East Germany World War II
By the end of September, Hitler's armies had overrun western
Poland; Soviet armies occupied eastern Poland two weeks after the
German invasion. In April 1940, German forces conquered Norway
and Denmark, and in May they struck at the Netherlands, Belgium,
Luxembourg, and France. Skirting the northwestern end of the
Maginot Line, German troops drove deep into northern France.

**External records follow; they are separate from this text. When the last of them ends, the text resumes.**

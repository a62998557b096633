import type { Expr, ReadSettings, Span } from './expression.ts';
import { DEFAULT_READ_SETTINGS, readLine } from './read.ts';
import { outer } from './reader.ts';
import { childrenOf, exprsOf } from './walk.ts';

export interface SelectablePart {
  readonly span: Span;
  readonly tex: string;
}

export interface Mark {
  readonly span: Span;
  readonly className: string;
}

/** The parts of a line that a reviewer can mark: sides, terms with their signs, factors; in reading order, outer first. */
export function selectableParts(
  tex: string,
  settings: ReadSettings = DEFAULT_READ_SETTINGS,
): readonly SelectablePart[] {
  const reading = readLine(tex, settings);
  if (!reading.ok) return [];
  const spans = new Map<string, Span>();
  for (const expr of exprsOf(reading.line)) addParts(expr, outer(expr), spans);
  return [...spans.values()]
    .sort((one, other) => one.start - other.start || other.end - one.end)
    .map((span) => ({ span, tex: tex.slice(span.start, span.end) }));
}

function addParts(expr: Expr, span: Span, spans: Map<string, Span>): void {
  spans.set(`${span.start}-${span.end}`, { start: span.start, end: span.end });
  if (expr.kind === 'sum') {
    for (const term of expr.terms) addParts(term.expr, term.span, spans);
  } else {
    for (const part of childrenOf(expr)) addParts(part, outer(part), spans);
  }
}

/**
 * The TeX with each span wrapped in `\htmlClass`, for KaTeX with trust; it renders as before. Marks that would cut a group
 * in two or overlap another mark without lying in it are left out.
 */
export function markSpans(tex: string, marks: readonly Mark[]): string {
  const taken: Mark[] = [];
  for (const mark of [...marks].sort(
    (one, other) => one.span.start - other.span.start || other.span.end - one.span.end,
  )) {
    if (isWhole(tex, mark.span) && /^[\w -]+$/.test(mark.className) && taken.every((other) => isNested(mark, other)))
      taken.push(mark);
  }
  return forKatex(insertMarks(tex, taken));
}

function isNested(mark: Mark, other: Mark): boolean {
  const { start, end } = mark.span;
  return start >= other.span.end || (end <= other.span.end && (start > other.span.start || end < other.span.end));
}

/** Each mark opens where its span starts and closes where it ends; the sorted order nests them. */
function insertMarks(tex: string, marks: readonly Mark[]): string {
  let text = '';
  let at = 0;
  const open: Mark[] = [];
  const closeUpTo = (place: number) => {
    for (let last = open[open.length - 1]; last && last.span.end <= place; last = open[open.length - 1]) {
      text += `${tex.slice(at, last.span.end)}}}`;
      at = last.span.end;
      open.pop();
    }
  };
  for (const mark of marks) {
    closeUpTo(mark.span.start);
    text += tex.slice(at, mark.span.start);
    at = mark.span.start;
    const isSigned = /^([+-]|\\[pm]{2}(?![a-zA-Z]))/.test(tex.slice(at, at + 4)) && isAfterOperand(tex, at);
    text += `{\\htmlClass{${mark.className}}{${isSigned ? '{}' : ''}`;
    open.push(mark);
  }
  closeUpTo(tex.length);
  return text + tex.slice(at);
}

/** A sign after an operand keeps its spacing as a sign between terms. */
function isAfterOperand(tex: string, at: number): boolean {
  const before = tex.slice(0, at).trimEnd();
  return before !== '' && !/([=<>(,{[&]|\\(le|ge|ne|leq|geq|neq|approx|left|cdot|times|in)|\\left[([|])$/.test(before);
}

/** Braces, `\left` with `\right` and `\begin` with `\end` pair up within the span, and no command is cut. */
function isWhole(tex: string, { start, end }: Span): boolean {
  if (start < 0 || end > tex.length || start >= end) return false;
  const slice = tex.slice(start, end);
  const before = tex.slice(0, start).replaceAll('\\\\', '');
  if (before.endsWith('\\')) return false;
  if (/\\[a-zA-Z]*$/.test(before) && /^[a-zA-Z]/.test(slice)) return false;
  if (/\\[a-zA-Z]*$/.test(slice) && /^[a-zA-Z]/.test(tex.slice(end))) return false;
  let braces = 0;
  let sized = 0;
  let blocks = 0;
  for (const [token] of slice.matchAll(/\\(?:[a-zA-Z]+|.)|[{}&]/gs)) {
    if (token === '{') braces += 1;
    else if (token === '}') braces -= 1;
    else if (token === '\\left' || token === '\\mleft') sized += 1;
    else if (token === '\\right' || token === '\\mright') sized -= 1;
    else if (token === '\\begin') blocks += 1;
    else if (token === '\\end') blocks -= 1;
    else if (blocks === 0 && (token === '&' || token === '\\\\')) return false;
    if (braces < 0 || sized < 0 || blocks < 0) return false;
  }
  return braces === 0 && sized === 0 && blocks === 0;
}

const FOR_KATEX: ReadonlyMap<string, string> = new Map([
  ['\\exponentialE', 'e'],
  ['\\imaginaryI', 'i'],
  ['\\imaginaryJ', 'j'],
  ['\\differentialD', 'd'],
  ['\\mleft', '\\left'],
  ['\\mright', '\\right'],
  ['%', '\\%'],
  ['$', ''],
  ['\\(', ''],
  ['\\)', ''],
  ['\\[', ''],
  ['\\]', ''],
  ['\\placeholder', '\\square '],
  ['\\lparen', '('],
  ['\\rparen', ')'],
  ['\\infin', '\\infty '],
  ['\\lbrack', '['],
  ['\\rbrack', ']'],
  ['\\lb', '\\operatorname{lb}'],
  ['\\slash', '/'],
]);

/** Commands of the maths field, and signs that TeX gives another meaning, in the spelling that KaTeX knows. */
export function forKatex(tex: string): string {
  return tex.replace(/\\(?:[a-zA-Z]+|.)|[%$]/gs, (token) => FOR_KATEX.get(token) ?? token);
}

British and French troops offered ineffective resistance against
the lightning-like strikes (blitzkrieg) of German tanks and
airplanes. A large part of the French armies surrendered, and
more than 330,000 British and French soldiers were trapped in
Dunkirk on the coast of northern France. However, because Hitler,
for a combination of political and military reasons, had halted
the advance of his armored divisions, the British were able to
rescue the men in Dunkirk. When France fell in June 1940, Hitler,
who had originally hoped that Britain would stay out of the war,
approached Winston Churchill with the offer of a separate peace;
but the new British prime minister was intransigent. The Third
Reich experienced its first military defeat in the Battle of
Britain in which the Royal Air Force, during the summer and fall
of 1940, prevented the German Luftwaffe from gaining the air
superiority necessary for an invasion of Britain. As a result,
Hitler postponed the planned invasion.
In the winter of 1940-41, after Japan had joined the Axis
powers, Hitler began to plan the invasion of the Soviet Union.

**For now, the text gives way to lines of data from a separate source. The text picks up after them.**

import type { Expr } from './expression.ts';
import { namesIn } from './names-in.ts';
import { readExponent } from './read-arguments.ts';
import { readItems } from './read-atoms.ts';
import { readPrimes } from './read-letters.ts';
import { outer, type Reader } from './reader.ts';

/** An atom with what is raised or set behind it: powers, factorials, degrees, primes. */
export function readPower(reader: Reader): Expr {
  const { token } = reader;
  const atom = reader.grammar.atoms[token.kind];
  if (!atom) return missingOperand(reader);
  if (token.kind === '|' && token.side === 'right') return missingOperand(reader);
  let base = atom(reader);
  let powers = 0;
  for (;;) {
    const { kind } = reader.token;
    if (kind !== '^' && kind !== '!' && kind !== 'degree' && kind !== "'" && kind !== 'raised') return base;
    if (kind === '^' && reader.context.side === 'limit' && readSide(reader)) return base;
    if (kind === '!' && asksUnequal(reader)) return base;
    if (isOpen(base, token.kind)) reader.fail('missing-bracket', ['('], outer(base));
    if (kind === '^' || kind === 'raised') {
      if (powers++ > 0) reader.fail('missing-bracket', ['('], reader.token);
      base = kind === '^' ? readCaret(reader, base, token.start) : readRaised(reader, base, token.start);
    } else if (kind === '!') base = readFactorial(reader, base, token.start);
    else if (kind === 'degree') {
      reader.next();
      base = { kind: 'call', name: 'degrees', args: [base], span: reader.span(token.start) };
    } else base = readPrimed(reader, base, token.start);
  }
}

/** `x!=3` is displayed as a factorial and typed by some for "not equal": the author is asked. */
function asksUnequal(reader: Reader): boolean {
  const after = reader.peek(1);
  return after.kind === '=' && after.start === reader.token.end && reader.choose('unequal');
}

function missingOperand(reader: Reader): never {
  return reader.is('text') ? reader.fail('text', []) : reader.fail('missing-operand', ['number', 'letter', '(']);
}

/** Only a braced group can be open on its right and still have something behind it. */
function isOpen(base: Expr, kind: string): boolean {
  if (kind !== '{' || base.bracketed) return false;
  return !['number', 'letter', 'constant', 'root', 'matrix', 'binomial', 'quotient', 'apply'].includes(base.kind);
}

function readCaret(reader: Reader, base: Expr, start: number): Expr {
  reader.next();
  const inner = reader.is('{') ? reader.peek(1).kind : reader.token.kind;
  const isWhole = !reader.is('{') || reader.peek(2).kind === '}';
  if ((inner === 'degree' || inner === 'top') && isWhole) {
    const braced = reader.take('{');
    reader.next();
    if (braced) reader.next();
    return { kind: 'call', name: inner === 'top' ? 'transpose' : 'degrees', args: [base], span: reader.span(start) };
  }
  if (inner === "'") {
    reader.rewind(reader.index - 1);
    return readPrimed(reader, base, start);
  }
  if (reader.is('(')) reader.flags.add('power-digits');
  const exponent = readExponent(reader);
  if (base.kind === 'letter' && reader.functions.includes(base.name) && reader.is('(')) {
    return readFunctionPower(reader, base.name, exponent, start);
  }
  const operand = callWithPower(reader, base, exponent, start);
  return operand ?? { kind: 'power', base, exponent, span: reader.span(start) };
}

/** `\sin(x)^2` is the square of the sine; the other way to read it is asked about. */
function callWithPower(reader: Reader, base: Expr, exponent: Expr, start: number): Expr | null {
  if (base.kind !== 'call' && base.kind !== 'log') return null;
  const argument = base.kind === 'log' ? base.argument : base.args[0]!;
  if (base.bracketed || !argument.bracketed || argument.bracketed.end !== base.span.end) return null;
  reader.flags.add('function-argument');
  if (!reader.choose('argument-power')) return null;
  const power: Expr = { kind: 'power', base: argument, exponent, span: reader.span(outer(argument).start) };
  const span = reader.span(start);
  return base.kind === 'log' ? { ...base, argument: power, span } : { ...base, args: [power], span };
}

/** `f^2(x)`, and `f^{-1}(x)` for the inverse, where f was introduced as a function. */
function readFunctionPower(reader: Reader, name: string, exponent: Expr, start: number): Expr {
  reader.next();
  const args = readItems(reader);
  reader.expect(')', 'missing-bracket', ')');
  const span = reader.span(start);
  if (isMinusOne(exponent)) return { kind: 'apply', name: `${name}^{-1}`, primes: 0, args, span };
  return { kind: 'power', base: { kind: 'apply', name, primes: 0, args, span }, exponent, span };
}

export function isMinusOne(expr: Expr): boolean {
  if (expr.kind !== 'sum' || expr.terms.length !== 1) return false;
  const [term] = expr.terms;
  const value = term?.expr;
  return term?.sign === 'minus' && value?.kind === 'number' && value.written === 'integer' && value.numerator === 1n;
}

function readRaised(reader: Reader, base: Expr, start: number): Expr {
  const token = reader.next();
  const span = reader.span(token.start);
  const exponent: Expr = {
    kind: 'number',
    numerator: BigInt(token.text),
    denominator: 1n,
    written: 'integer',
    decimals: 0,
    span,
  };
  return { kind: 'power', base, exponent, span: reader.span(start) };
}

/** `0^+` in a limit: notes the side and takes it. */
function readSide(reader: Reader): boolean {
  const braced = reader.peek(1).kind === '{';
  const sign = reader.peek(braced ? 2 : 1).kind;
  if ((sign !== '+' && sign !== '-') || (braced && reader.peek(3).kind !== '}')) return false;
  if (!braced && reader.peek(2).kind !== '}') return false;
  for (let count = braced ? 4 : 2; count > 0; count -= 1) reader.next();
  reader.context.side = sign === '+' ? 'right' : 'left';
  return true;
}

/** `x^2!` is the factorial of the power; the other way to read it is asked about. */
function readFactorial(reader: Reader, base: Expr, start: number): Expr {
  const mark = reader.next();
  if (reader.is('!')) reader.fail('extra-bracket', ['('], { start: mark.start, end: reader.token.end });
  if (base.kind === 'power' && !base.bracketed && reader.choose('factorial')) {
    const operand: Expr = { kind: 'factorial', operand: base.exponent, span: reader.span(outer(base.exponent).start) };
    return { ...base, exponent: operand, span: reader.span(start) };
  }
  return { kind: 'factorial', operand: base, span: reader.span(start) };
}

/** `(x^2+1)'`: the derivative by the only letter in it. */
function readPrimed(reader: Reader, base: Expr, start: number): Expr {
  const order = readPrimes(reader);
  const variable = soleLetter(base);
  if (variable === null) return reader.fail('bad-derivative', ['\\frac{d}{dx}'], outer(base));
  return { kind: 'derivative', variable, order, partial: false, operand: base, span: reader.span(start) };
}

function soleLetter(expr: Expr): string | null {
  const letters = namesIn(expr);
  if (letters.has('x')) return 'x';
  const [only = null] = letters;
  return letters.size === 1 ? only : null;
}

Meanwhile, Italy, which had made advances in North Africa and the
Mediterranean region, was experiencing setbacks, and Hitler sent
German troops to its assistance. As preparation for a campaign
against Greece designed to protect Romanian oil fields from
British air strikes, Hungary, Romania, and Slovakia were taken
into the Berlin-Rome Axix of 1936, and German troops were sent to
Romania in November 1940. Bulgaria joined the pact in March 1941.

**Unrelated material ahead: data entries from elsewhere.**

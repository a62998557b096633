import type { Expr } from '../../../shared/maths/expression.ts';
import { lettersOf } from '../../../shared/maths/letters.ts';
import { sameExpr } from '../../../shared/maths/same.ts';
import { childrenOf, countNodes, mapExpr } from '../../../shared/maths/walk.ts';
import { compareExpressions } from '../compare/compare-expressions.ts';
import type { CheckContext } from '../context.ts';
import { Unsettled } from '../solving/unsettled.ts';
import { isKnown } from '../values/arithmetic.ts';
import { evaluate } from '../values/evaluate.ts';
import { findAntiderivative, withoutDefinition } from './antiderivative.ts';
import { withoutBars } from './bars.ts';
import { knownIntegral } from './known-integrals.ts';
import { addExprs, infinityExpr, negateExpr, noValueExpr, subExprs, zeroExpr } from './build.ts';
import { throughAntiderivative } from './definite.ts';
import { splitAt } from './continuity.ts';
import { bodyOf, differentiateTimes } from './differentiate.ts';
import { isFree } from './integrand.ts';
import { isEverywhere } from './needs.ts';
import { infinitySign, limitExpr, limitOf, limitFromSide } from './limit.ts';
import { rateExpr, rateNamed } from './rates.ts';
import { closedSeries } from './series.ts';
import { substitute } from './substitute.ts';

/** Carries out a derivative, definite integral, limit or sum: an ordinary expression, or null where that is not certain. */
export function reduceCalculus(expr: Expr, context: CheckContext): Expr | null {
  const known = context.calculus?.known;
  const memory = known?.get(context.definitions) ?? new WeakMap<Expr, Expr | null>();
  if (known && !known.has(context.definitions)) known.set(context.definitions, memory);
  const found = memory.get(expr);
  if (found !== undefined) return found;
  context.budget.spend(8 + 2 * countNodes(expr));
  const result = attempt(expr, context);
  memory.set(expr, result);
  return result;
}

function attempt(expr: Expr, context: CheckContext): Expr | null {
  try {
    return reduceNode(expr, context);
  } catch (cause) {
    if (cause instanceof Unsettled) return null;
    throw cause;
  }
}

function reduceNode(node: Expr, context: CheckContext): Expr | null {
  switch (node.kind) {
    case 'derivative': {
      // One by one, from the inside: where an inner one is out of reach, so are those around it.
      const operand =
        node.operand.kind === 'derivative' ? reduceCalculus(node.operand, context) : carriedOut(node.operand, context);
      // What a partial derivative of something unknown depends on is not said.
      if (!operand || (node.partial && lettersOf(operand).some((name) => rateNamed(name) !== null))) return null;
      return differentiateTimes(operand, node.variable, node.order, context, node.partial);
    }
    case 'rate':
      return reduceRate(node, context);
    case 'apply':
      return bodyOf(node, context);
    case 'integral':
      return reduceIntegral(node, context);
    case 'evaluated':
      return reduceEvaluated(node, context);
    case 'limit':
      return limitExpr(
        limitOf({ ...node, operand: carriedOut(node.operand, context) }, withoutDefinition(context, node.variable)),
      );
    case 'series':
      return closedSeries(node, context);
    default:
      return null;
  }
}

const operators: ReadonlySet<Expr['kind']> = new Set(['derivative', 'rate', 'integral', 'evaluated', 'limit']);

/** With the operators inside carried out where that can be done. */
export function carriedOut(expr: Expr, context: CheckContext): Expr {
  if (!hasOperatorBelow(expr)) return expr;
  return mapExpr(expr, (node) => (operators.has(node.kind) ? (reduceCalculus(node, context) ?? node) : node));
}

function hasOperatorBelow(expr: Expr): boolean {
  return operators.has(expr.kind) || childrenOf(expr).some(hasOperatorBelow);
}

/** The derivative of what a letter or function was said to be; else a quantity of its own. */
function reduceRate(node: Extract<Expr, { kind: 'rate' }>, context: CheckContext): Expr {
  const definition = context.definitions.letters.get(node.of);
  const own = context.definitions.functions.get(node.of);
  const body = definition ?? own?.value;
  if (body) return differentiateTimes(body, node.by, node.order, context, node.partial ?? false);
  return rateExpr(node);
}

function reduceIntegral(node: Extract<Expr, { kind: 'integral' }>, context: CheckContext): Expr | null {
  const { from, to, variable } = node;
  if (!from || !to) return null;
  const inner = withoutDefinition(context, variable);
  const integrand = carriedOut(node.integrand, inner);
  if (sameExpr(from, to)) return isKnownAt(integrand, variable, from, inner) ? zeroExpr : null;
  const primitive = findAntiderivative(integrand, variable, inner);
  if (primitive) return throughAntiderivative(primitive, { variable, from, to }, inner);
  const known = knownIntegral({ ...node, integrand }, inner);
  if (known) return known;
  const turned = inOtherOrder({ ...node, integrand }, inner);
  if (turned) return reduceCalculus(turned, context);
  const pieces = withoutBars({ ...node, integrand }, inner);
  const values = pieces?.map((piece) => reduceCalculus(piece, context));
  return values?.every((value) => value !== null) ? addExprs(...(values as Expr[])) : null;
}

/** An integral over a triangle, whose inner one is out of reach, in the other order (Fubini's theorem). */
function inOtherOrder(node: Extract<Expr, { kind: 'integral' }>, context: CheckContext): Expr | null {
  const { integrand: inside, variable, from, to } = node;
  if (inside.kind !== 'integral' || !from || !to || !inside.from || !inside.to) return null;
  if (![from, to].every((end) => isFree(end, variable) && isFree(end, inside.variable))) return null;
  if (!isEverywhere(inside.integrand, variable)) return null;
  if (!isEverywhere(inside.integrand, inside.variable) && !isBoundedBetween(inside, from, to, context)) return null;
  const isOuter = (end: Expr): boolean => end.kind === 'letter' && end.name === variable;
  const isSame = (a: Expr, b: Expr): boolean => compareExpressions(a, b, context).kind === 'equal';
  const at: Expr = { kind: 'letter', name: inside.variable, span: node.span };
  const swapped = (low: Expr, high: Expr): Expr => ({
    ...inside,
    from,
    to,
    integrand: { ...node, integrand: inside.integrand, from: low, to: high },
  });
  const found =
    isOuter(inside.from) && isSame(inside.to, to)
      ? swapped(from, at)
      : isOuter(inside.to) && isSame(inside.from, from)
        ? swapped(at, to)
        : null;
  return found?.kind === 'integral' && reduceCalculus(found.integrand, context) ? found : null;
}

/** Continuous between two numbers but for the ends, where it has limits. */
function isBoundedBetween(
  { integrand, variable }: Extract<Expr, { kind: 'integral' }>,
  from: Expr,
  to: Expr,
  context: CheckContext,
): boolean {
  const cuts = lettersOf(integrand).every((name) => name === variable)
    ? splitAt(integrand, variable, from, to, context)
    : null;
  if (cuts?.length !== 2) return false;
  return cuts.every(
    ({ at, isGap, isDescending }, k) =>
      !isGap ||
      limitFromSide(integrand, variable, { to: at, side: (k === 0) === isDescending ? 'left' : 'right' }, context)
        .kind === 'finite',
  );
}

function isKnownAt(expr: Expr, variable: string, at: Expr, context: CheckContext): boolean {
  return isKnown(evaluate(substitute(expr, variable, at), new Map(), 96, context)) || lettersOf(at).length > 0;
}

/** F at the upper end less F at the lower; an end without a value is approached from inside. */
function reduceEvaluated(node: Extract<Expr, { kind: 'evaluated' }>, context: CheckContext): Expr | null {
  const operand = carriedOut(node.operand, context);
  const variable = node.variable ?? onlyLetter(operand, context);
  if (variable === null) return lettersOf(operand).length === 0 && node.from ? zeroExpr : null;
  const inner = withoutDefinition(context, variable);
  const upper = valueAt(operand, variable, node.to, 'left', inner);
  if (!node.from) return upper;
  const lower = valueAt(operand, variable, node.from, 'right', inner);
  const [above, below] = [infinitySign(upper), infinitySign(lower)];
  if (above === null && below === null) return subExprs(upper, lower);
  if (above !== null && below === above) return noValueExpr;
  return (above ?? -(below ?? 1)) > 0 ? infinityExpr : negateExpr(infinityExpr);
}

function valueAt(operand: Expr, variable: string, at: Expr, side: 'left' | 'right', context: CheckContext): Expr {
  const put = substitute(operand, variable, at);
  if (
    infinitySign(at) === null &&
    (lettersOf(put).length > 0 || evaluate(put, new Map(), 96, context).kind !== 'undefined')
  ) {
    return put;
  }
  try {
    return limitExpr(limitFromSide(operand, variable, { to: at, side }, context));
  } catch (cause) {
    if (cause instanceof Unsettled && cause.reason === 'no-domain') return noValueExpr;
    throw cause;
  }
}

/** The letter that an evaluation bracket is about, where only one can be meant. */
export function onlyLetter(operand: Expr, context: CheckContext): string | null {
  const letters = lettersOf(operand);
  if (letters.length === 1) return letters[0] as string;
  const meant = letters.filter((name) => context.calculus?.variables.has(name));
  if (meant.length === 1) return meant[0] as string;
  return letters.length > 1 && letters.includes('x') && meant.length === 0 ? 'x' : null;
}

That year, in spite of resistance by the army and the civilian
population, German troops also occupied Yugoslavia.
As a result of the campaign in the Balkans, the German
invasion of the Soviet Union was delayed until June 1941. By late
fall, Hitler's armies stood before Moscow. The führer had
anticipated victory in the Soviet Union within three months, but
the early onset of winter stopped German advances. A
counteroffensive, launched in the winter of 1941, drove the
Germans back from Moscow. In the summer of 1942, Hitler shifted
the attack to the south of the Soviet Union and began a large
offensive directed at the Caucasian oil fields. By September
1942, the Axis controlled the area from Norway to North Africa
and from France to Stalingrad.
Japan's attack on Pearl Harbor on December 7, 1941, had
brought the United States into the war, and the United States
joined forces with Britain and the Soviet Union to defeat the
Third Reich. The British began to bomb German civilian
populations in 1942, and Soviet armies assumed the offensive
after defeating German troops in the Battle of Stalingrad in the
winter of 1942-43. The Allied road to victory had begun. By May
1943, Allied armies had driven the Axis forces out of Africa and
had landed in Italy, and in 1943, also, the Americans, using
precision daylight bombing, had begun a series of raids on the
ball bearing factories at Schweinfurt and Regensburg. Area
bombing, however, failed to bring about the submission of the
German people, and the daylight raids, although temporarily
seriously hindering the production of war matériel, proved to be
extremely costly. As early as 1943, however, the American and
British navies had succeeded in substantially reducing the German
submarine threat to shipping, thereby clearing the way for the
shipment of arms and troops to Britain in preparation for the
Normandy invasion.
In June 1944, American, British, and Canadian forces invaded
France, driving the Germans back and crossing the German frontier
in September. The strategic bombing of oil dumps and oil plants
after the Normandy landings crippled the German counteroffensive
in the Ardennes, which took place in December. Soviet troops,
meanwhile, advanced from the east. Hitler, however, remained
determined to fight on and called for the "total mobilization of
all Germans" for the war effort. In March 1945, American forces
reached the Rhine River; simultaneously Soviet armies overran
most of Czechoslovakia and pressed on toward Berlin. Although
faced with certain defeat, Hitler insisted that every German
city, every village, and finally "every square meter" would have
to be defended or left behind as "scorched earth." The western
Allied and Soviet armies in Germany made their first contact in
Saxony on April 27. Three days later, Hitler and his bride, Eva
Braun, committed suicide in a Berlin bunker. Berlin fell to the
Soviets on May 2; on May 7 the Third Reich surrendered
unconditionally. German military casualties in World War II are
estimated at 3.5 million dead; more than 600,000 German civilians
were killed in the bombing offensive.